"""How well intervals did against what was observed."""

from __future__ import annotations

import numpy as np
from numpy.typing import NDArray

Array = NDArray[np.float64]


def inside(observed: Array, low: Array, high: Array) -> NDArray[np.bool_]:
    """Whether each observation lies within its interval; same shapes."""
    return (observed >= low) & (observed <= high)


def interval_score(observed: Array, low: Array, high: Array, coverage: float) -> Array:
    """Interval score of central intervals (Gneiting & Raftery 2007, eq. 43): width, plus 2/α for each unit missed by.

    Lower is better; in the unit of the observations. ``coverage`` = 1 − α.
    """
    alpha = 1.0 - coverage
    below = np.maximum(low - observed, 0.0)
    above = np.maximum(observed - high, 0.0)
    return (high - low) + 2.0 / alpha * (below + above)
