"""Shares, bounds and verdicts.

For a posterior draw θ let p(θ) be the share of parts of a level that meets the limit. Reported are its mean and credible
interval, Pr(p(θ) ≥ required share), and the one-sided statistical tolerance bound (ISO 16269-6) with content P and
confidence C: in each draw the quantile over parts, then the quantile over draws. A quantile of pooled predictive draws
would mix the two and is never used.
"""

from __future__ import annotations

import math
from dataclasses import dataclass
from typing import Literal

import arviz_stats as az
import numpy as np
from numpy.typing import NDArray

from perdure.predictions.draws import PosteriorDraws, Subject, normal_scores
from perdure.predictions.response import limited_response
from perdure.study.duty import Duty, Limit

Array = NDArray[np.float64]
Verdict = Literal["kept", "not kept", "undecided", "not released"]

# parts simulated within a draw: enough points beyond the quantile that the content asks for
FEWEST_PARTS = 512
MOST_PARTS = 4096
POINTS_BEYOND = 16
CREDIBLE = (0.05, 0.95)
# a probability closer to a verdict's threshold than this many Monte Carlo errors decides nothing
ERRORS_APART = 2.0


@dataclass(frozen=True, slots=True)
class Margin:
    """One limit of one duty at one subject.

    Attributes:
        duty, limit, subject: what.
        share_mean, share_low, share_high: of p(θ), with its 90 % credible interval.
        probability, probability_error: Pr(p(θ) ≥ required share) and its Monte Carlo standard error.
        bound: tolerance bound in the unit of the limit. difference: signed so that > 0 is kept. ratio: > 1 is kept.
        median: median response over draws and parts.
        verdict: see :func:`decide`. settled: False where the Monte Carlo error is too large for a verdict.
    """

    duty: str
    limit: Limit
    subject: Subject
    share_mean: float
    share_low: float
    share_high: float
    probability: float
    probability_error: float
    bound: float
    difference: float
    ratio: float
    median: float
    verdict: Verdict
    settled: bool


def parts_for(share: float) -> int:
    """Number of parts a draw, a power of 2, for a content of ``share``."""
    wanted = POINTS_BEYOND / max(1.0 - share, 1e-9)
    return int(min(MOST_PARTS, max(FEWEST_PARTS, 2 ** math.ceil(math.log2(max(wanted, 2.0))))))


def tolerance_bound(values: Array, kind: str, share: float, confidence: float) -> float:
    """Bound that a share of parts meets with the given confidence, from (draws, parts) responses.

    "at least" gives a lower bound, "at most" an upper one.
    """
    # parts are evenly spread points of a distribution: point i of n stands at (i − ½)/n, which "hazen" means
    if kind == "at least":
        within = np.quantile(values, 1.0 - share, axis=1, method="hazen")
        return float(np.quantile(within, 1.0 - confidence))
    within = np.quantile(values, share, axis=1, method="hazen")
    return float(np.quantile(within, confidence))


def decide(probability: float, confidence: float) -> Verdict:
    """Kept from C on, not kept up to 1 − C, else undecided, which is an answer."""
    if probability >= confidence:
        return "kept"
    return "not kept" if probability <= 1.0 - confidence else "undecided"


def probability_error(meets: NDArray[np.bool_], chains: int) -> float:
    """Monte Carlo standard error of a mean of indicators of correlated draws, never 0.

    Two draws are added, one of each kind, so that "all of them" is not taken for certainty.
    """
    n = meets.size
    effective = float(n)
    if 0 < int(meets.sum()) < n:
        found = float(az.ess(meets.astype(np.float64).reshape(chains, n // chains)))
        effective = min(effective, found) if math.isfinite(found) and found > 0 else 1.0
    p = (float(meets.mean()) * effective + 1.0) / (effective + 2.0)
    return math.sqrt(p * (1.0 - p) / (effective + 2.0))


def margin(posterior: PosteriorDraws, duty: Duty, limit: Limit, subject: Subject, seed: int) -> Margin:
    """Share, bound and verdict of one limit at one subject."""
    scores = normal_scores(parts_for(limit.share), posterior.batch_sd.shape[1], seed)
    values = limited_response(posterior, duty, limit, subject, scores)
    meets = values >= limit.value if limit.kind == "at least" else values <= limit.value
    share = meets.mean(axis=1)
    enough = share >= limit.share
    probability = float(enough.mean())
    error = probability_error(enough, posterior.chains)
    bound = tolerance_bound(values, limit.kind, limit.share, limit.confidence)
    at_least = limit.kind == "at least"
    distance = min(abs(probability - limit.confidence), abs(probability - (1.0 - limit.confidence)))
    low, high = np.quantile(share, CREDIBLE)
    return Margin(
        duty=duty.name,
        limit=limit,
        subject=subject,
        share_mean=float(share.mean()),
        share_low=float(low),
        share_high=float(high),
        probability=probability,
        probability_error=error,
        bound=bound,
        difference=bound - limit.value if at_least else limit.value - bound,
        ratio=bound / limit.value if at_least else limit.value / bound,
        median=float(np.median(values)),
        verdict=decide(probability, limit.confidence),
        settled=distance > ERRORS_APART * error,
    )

▬▬▬▬▬▬

WHAT IS REQUIRED >> Could you print the lines above, exactly as written, from the line containing "difference=bound - limit.value" through the final one?

COMPLETED EXERCISE >>
        difference=bound - limit.value if at_least else limit.value - bound,
        ratio=bound / limit.value if at_least else limit.value / bound,
        median=float(np.median(values)),
        verdict=decide(probability, limit.confidence),
        settled=distance > ERRORS_APART * error,
    )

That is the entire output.